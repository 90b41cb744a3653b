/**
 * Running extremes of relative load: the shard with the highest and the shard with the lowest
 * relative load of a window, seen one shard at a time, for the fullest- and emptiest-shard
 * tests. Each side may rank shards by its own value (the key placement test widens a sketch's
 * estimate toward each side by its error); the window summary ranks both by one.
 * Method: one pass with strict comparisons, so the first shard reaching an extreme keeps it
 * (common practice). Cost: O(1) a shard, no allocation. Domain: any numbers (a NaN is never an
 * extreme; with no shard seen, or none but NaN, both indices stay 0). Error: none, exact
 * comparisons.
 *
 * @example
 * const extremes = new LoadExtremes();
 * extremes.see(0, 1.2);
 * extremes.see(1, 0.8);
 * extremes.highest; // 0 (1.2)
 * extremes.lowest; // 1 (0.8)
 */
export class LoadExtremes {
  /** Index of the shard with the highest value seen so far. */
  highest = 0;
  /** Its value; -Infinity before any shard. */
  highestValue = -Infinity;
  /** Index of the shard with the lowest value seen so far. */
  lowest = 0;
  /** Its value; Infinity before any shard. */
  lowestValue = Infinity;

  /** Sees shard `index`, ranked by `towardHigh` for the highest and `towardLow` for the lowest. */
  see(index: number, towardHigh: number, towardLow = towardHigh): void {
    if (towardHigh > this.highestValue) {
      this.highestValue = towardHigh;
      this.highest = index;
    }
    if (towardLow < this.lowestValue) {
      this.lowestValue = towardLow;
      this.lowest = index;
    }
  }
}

====

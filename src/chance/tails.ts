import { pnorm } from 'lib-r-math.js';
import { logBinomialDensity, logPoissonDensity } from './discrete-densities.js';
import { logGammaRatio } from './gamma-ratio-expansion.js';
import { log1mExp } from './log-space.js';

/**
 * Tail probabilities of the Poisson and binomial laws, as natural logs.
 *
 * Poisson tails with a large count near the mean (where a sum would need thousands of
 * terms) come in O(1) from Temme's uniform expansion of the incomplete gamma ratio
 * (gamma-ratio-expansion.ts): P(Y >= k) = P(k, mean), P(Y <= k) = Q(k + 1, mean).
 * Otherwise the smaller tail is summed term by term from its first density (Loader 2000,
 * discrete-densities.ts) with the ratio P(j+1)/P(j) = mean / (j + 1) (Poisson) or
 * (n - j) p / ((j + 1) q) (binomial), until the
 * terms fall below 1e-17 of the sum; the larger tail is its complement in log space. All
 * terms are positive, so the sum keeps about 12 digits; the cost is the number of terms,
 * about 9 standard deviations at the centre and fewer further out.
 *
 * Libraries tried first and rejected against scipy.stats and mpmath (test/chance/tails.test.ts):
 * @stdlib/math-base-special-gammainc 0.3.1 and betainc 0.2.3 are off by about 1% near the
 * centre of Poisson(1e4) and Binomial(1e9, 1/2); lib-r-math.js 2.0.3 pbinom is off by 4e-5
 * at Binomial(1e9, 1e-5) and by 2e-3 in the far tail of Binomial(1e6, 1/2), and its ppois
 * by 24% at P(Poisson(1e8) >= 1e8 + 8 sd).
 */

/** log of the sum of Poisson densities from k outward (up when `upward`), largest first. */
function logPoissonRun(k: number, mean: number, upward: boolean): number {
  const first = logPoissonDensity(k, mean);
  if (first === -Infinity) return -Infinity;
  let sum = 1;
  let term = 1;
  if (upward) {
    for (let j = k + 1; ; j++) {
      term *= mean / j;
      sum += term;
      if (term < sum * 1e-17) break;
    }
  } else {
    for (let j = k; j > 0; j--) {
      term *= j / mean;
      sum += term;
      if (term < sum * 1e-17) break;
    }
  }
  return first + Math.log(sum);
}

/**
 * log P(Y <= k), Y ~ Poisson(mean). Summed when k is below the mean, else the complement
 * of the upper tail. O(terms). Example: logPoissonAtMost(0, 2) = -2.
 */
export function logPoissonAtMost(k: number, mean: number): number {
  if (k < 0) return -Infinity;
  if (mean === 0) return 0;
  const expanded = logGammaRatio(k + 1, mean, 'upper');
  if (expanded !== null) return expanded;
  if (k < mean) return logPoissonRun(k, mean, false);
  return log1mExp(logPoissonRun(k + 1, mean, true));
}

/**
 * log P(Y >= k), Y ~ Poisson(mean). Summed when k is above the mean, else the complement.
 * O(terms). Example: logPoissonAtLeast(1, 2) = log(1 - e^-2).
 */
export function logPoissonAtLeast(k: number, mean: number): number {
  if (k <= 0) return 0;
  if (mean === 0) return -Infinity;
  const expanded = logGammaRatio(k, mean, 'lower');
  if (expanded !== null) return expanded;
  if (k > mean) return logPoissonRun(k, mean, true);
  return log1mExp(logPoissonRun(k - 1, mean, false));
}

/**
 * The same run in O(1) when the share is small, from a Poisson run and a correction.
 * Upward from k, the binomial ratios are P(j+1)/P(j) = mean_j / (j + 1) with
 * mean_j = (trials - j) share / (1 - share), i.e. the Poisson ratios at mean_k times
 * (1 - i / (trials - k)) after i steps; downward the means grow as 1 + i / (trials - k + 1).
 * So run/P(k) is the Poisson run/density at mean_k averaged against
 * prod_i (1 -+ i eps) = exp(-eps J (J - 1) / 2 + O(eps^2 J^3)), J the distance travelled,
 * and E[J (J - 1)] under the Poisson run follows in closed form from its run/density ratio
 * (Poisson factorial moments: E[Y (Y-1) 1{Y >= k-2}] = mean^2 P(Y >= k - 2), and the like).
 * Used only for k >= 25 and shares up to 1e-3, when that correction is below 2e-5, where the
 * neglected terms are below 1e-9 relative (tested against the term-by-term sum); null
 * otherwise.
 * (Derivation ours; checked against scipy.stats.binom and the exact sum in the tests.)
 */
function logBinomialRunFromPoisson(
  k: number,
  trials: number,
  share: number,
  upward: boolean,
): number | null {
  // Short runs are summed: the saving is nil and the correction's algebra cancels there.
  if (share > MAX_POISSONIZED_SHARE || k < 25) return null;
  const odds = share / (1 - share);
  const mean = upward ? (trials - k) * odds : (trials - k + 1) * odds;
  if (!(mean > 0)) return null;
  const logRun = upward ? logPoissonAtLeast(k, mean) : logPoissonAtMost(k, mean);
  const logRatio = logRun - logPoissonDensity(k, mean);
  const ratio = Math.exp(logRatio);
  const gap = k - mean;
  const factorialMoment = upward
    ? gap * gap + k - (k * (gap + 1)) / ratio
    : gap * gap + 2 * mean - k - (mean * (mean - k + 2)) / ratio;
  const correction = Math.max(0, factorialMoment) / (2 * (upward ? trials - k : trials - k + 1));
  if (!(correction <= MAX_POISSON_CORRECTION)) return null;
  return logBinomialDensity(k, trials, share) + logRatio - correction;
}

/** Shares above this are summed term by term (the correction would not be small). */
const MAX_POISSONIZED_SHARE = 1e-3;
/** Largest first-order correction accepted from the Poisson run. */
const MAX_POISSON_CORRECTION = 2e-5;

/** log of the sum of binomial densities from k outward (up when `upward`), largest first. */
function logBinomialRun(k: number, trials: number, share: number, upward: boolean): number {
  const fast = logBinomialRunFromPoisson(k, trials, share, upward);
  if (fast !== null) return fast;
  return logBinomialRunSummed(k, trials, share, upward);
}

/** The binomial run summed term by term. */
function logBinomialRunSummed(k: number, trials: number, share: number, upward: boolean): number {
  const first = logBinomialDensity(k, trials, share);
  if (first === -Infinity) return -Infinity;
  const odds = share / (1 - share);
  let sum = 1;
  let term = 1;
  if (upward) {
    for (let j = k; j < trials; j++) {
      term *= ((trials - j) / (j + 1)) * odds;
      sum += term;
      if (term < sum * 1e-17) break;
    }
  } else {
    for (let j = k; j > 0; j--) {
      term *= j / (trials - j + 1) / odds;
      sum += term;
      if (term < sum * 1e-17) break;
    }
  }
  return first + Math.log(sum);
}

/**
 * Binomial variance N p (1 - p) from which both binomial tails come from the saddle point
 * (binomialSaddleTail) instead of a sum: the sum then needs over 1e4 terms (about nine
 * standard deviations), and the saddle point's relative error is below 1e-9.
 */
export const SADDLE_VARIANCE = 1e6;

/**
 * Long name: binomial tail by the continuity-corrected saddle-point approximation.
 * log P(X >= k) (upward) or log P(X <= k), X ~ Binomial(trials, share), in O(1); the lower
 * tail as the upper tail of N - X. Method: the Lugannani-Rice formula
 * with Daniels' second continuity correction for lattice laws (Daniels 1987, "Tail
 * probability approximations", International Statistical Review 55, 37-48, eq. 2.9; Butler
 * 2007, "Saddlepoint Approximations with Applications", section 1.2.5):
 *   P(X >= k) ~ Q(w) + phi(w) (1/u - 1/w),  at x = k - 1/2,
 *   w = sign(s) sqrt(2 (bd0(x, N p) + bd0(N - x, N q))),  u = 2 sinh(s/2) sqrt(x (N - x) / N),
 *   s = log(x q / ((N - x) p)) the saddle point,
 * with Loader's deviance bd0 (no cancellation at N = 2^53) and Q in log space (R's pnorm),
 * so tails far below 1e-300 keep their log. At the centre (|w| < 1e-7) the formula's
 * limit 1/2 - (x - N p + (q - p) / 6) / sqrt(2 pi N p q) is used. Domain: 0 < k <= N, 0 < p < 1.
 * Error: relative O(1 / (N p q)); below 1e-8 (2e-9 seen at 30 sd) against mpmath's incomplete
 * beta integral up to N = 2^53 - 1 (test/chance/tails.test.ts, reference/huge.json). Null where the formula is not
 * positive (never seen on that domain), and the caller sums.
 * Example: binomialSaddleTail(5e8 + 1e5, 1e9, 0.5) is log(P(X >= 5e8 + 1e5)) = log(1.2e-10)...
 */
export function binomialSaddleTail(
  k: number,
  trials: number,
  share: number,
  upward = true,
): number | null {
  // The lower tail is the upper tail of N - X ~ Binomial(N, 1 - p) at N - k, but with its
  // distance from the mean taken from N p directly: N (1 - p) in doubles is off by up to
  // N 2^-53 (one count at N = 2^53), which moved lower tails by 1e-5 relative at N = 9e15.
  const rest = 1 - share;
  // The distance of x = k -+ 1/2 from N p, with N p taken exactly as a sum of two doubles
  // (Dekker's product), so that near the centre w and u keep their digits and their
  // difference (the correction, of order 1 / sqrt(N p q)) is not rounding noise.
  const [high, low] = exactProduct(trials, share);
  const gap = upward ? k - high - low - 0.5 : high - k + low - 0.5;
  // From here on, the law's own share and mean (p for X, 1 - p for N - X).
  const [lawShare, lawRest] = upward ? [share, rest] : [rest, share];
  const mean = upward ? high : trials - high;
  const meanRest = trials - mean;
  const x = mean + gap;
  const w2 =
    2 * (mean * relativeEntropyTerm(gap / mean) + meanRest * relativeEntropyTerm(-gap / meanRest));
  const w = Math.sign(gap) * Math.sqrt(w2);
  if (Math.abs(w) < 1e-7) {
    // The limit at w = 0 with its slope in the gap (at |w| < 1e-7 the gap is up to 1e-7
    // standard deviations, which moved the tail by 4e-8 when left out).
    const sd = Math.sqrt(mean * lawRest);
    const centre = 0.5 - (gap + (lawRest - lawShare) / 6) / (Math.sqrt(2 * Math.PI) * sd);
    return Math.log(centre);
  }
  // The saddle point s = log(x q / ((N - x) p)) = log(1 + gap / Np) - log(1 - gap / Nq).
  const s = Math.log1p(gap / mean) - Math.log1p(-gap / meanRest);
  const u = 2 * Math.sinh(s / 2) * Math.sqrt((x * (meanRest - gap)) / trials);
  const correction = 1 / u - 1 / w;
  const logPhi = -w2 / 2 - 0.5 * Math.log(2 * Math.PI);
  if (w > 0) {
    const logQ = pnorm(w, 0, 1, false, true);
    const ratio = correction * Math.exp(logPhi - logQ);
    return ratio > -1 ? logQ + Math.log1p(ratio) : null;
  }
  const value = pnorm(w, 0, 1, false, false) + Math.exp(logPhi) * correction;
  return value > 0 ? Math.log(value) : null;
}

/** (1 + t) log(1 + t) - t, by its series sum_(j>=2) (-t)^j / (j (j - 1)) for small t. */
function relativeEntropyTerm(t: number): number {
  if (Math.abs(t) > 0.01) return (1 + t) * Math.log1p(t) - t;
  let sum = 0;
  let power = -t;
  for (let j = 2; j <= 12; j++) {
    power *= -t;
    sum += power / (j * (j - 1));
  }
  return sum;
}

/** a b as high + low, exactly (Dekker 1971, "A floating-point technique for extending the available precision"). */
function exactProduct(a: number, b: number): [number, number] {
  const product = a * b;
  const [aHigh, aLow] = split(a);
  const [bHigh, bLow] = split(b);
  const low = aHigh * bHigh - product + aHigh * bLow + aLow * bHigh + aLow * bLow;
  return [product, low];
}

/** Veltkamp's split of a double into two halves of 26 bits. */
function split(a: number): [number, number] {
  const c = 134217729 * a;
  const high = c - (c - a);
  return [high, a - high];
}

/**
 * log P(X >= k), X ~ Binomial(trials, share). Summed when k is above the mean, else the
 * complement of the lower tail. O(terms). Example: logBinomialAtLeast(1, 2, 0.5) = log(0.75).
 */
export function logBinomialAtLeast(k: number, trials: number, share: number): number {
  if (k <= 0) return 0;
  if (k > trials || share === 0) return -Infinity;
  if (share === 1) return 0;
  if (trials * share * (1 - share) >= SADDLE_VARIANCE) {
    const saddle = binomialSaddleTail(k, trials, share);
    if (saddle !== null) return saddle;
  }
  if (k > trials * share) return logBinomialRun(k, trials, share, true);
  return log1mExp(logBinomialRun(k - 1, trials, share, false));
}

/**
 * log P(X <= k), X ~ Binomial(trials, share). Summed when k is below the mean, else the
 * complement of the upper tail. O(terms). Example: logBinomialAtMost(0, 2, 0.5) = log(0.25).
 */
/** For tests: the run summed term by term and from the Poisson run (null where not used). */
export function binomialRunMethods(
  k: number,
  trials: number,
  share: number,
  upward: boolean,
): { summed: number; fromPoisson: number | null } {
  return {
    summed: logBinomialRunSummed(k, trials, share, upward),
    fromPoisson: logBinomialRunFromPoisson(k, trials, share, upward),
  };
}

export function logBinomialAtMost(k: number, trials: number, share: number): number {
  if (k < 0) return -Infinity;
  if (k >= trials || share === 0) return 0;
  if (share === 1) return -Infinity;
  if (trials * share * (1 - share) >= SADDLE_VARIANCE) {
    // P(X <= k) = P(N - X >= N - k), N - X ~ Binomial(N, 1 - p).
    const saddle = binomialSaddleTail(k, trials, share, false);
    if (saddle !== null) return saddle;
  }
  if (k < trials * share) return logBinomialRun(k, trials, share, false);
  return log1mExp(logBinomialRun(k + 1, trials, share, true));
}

====

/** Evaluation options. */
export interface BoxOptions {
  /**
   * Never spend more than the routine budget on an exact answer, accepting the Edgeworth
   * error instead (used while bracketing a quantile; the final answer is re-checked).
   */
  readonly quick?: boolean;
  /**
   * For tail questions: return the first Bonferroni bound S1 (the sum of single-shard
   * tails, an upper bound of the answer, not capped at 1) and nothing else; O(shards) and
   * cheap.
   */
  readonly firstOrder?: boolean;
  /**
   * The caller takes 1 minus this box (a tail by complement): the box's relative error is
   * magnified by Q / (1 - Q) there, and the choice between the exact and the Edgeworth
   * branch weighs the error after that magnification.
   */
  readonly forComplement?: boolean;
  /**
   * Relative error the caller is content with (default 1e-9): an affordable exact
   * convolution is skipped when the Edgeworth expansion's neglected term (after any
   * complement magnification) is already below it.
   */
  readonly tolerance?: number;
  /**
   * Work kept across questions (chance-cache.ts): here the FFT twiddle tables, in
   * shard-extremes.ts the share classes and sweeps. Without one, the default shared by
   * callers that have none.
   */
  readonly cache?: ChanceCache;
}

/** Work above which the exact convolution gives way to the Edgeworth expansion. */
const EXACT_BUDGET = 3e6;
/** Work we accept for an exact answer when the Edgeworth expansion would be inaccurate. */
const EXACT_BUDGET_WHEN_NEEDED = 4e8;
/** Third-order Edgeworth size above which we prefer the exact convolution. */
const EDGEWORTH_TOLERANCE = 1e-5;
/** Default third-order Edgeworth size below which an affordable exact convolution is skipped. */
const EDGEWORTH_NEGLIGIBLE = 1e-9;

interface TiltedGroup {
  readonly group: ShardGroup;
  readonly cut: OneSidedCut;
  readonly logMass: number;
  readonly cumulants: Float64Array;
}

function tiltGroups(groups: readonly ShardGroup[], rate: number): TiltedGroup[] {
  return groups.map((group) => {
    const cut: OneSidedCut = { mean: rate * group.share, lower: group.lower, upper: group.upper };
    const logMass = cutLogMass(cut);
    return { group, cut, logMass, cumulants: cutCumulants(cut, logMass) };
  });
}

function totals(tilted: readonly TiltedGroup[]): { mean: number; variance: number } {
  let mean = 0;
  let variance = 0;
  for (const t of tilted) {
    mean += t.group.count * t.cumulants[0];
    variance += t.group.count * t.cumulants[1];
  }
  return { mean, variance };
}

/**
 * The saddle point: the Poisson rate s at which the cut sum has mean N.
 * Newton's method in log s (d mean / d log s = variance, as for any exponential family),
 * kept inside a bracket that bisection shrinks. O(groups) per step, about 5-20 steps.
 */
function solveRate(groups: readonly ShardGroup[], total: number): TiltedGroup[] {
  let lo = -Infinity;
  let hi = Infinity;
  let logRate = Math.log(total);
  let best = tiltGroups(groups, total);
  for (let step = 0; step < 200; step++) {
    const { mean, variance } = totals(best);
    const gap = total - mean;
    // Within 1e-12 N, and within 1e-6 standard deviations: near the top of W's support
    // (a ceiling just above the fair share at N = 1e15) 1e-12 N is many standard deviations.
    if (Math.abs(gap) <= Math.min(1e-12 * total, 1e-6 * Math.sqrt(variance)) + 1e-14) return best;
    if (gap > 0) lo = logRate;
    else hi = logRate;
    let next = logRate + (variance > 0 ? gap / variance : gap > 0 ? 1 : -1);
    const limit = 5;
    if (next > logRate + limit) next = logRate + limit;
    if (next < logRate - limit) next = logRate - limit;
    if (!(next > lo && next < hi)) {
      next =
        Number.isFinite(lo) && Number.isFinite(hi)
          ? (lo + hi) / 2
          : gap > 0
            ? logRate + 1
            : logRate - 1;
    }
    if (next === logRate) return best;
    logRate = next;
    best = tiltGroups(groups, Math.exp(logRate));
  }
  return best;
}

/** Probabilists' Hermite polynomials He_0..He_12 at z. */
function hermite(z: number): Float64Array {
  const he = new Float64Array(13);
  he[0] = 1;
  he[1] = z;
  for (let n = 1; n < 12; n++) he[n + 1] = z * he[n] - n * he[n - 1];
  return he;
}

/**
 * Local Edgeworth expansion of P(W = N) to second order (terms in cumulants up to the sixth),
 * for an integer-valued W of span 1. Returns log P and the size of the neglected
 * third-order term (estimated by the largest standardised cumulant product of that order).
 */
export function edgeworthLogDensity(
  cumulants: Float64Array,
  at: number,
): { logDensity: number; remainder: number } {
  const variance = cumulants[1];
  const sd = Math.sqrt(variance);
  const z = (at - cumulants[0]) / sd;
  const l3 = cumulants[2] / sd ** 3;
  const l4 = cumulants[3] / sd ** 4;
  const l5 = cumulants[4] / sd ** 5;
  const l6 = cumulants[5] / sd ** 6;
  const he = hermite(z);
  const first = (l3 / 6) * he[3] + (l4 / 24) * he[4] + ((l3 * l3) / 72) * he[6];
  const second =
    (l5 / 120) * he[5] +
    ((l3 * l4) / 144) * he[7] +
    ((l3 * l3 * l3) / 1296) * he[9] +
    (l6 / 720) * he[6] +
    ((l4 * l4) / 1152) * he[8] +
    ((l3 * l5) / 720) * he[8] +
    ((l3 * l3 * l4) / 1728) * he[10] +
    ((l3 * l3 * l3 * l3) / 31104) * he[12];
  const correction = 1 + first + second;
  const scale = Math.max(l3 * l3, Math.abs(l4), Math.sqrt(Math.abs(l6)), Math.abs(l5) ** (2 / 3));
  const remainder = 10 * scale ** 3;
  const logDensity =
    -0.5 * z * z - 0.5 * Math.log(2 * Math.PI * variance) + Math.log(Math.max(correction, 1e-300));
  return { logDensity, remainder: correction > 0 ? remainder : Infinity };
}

====

**WORK TO BE COMPLETED:** Where a line of the listing holds the string "densities", copy that line.

**TASK SOLUTION:**
import { logBinomialDensity, logPoissonDensity } from './discrete-densities.js';
 * discrete-densities.ts) with the ratio P(j+1)/P(j) = mean / (j + 1) (Poisson) or
/** log of the sum of Poisson densities from k outward (up when `upward`), largest first. */
/** log of the sum of binomial densities from k outward (up when `upward`), largest first. */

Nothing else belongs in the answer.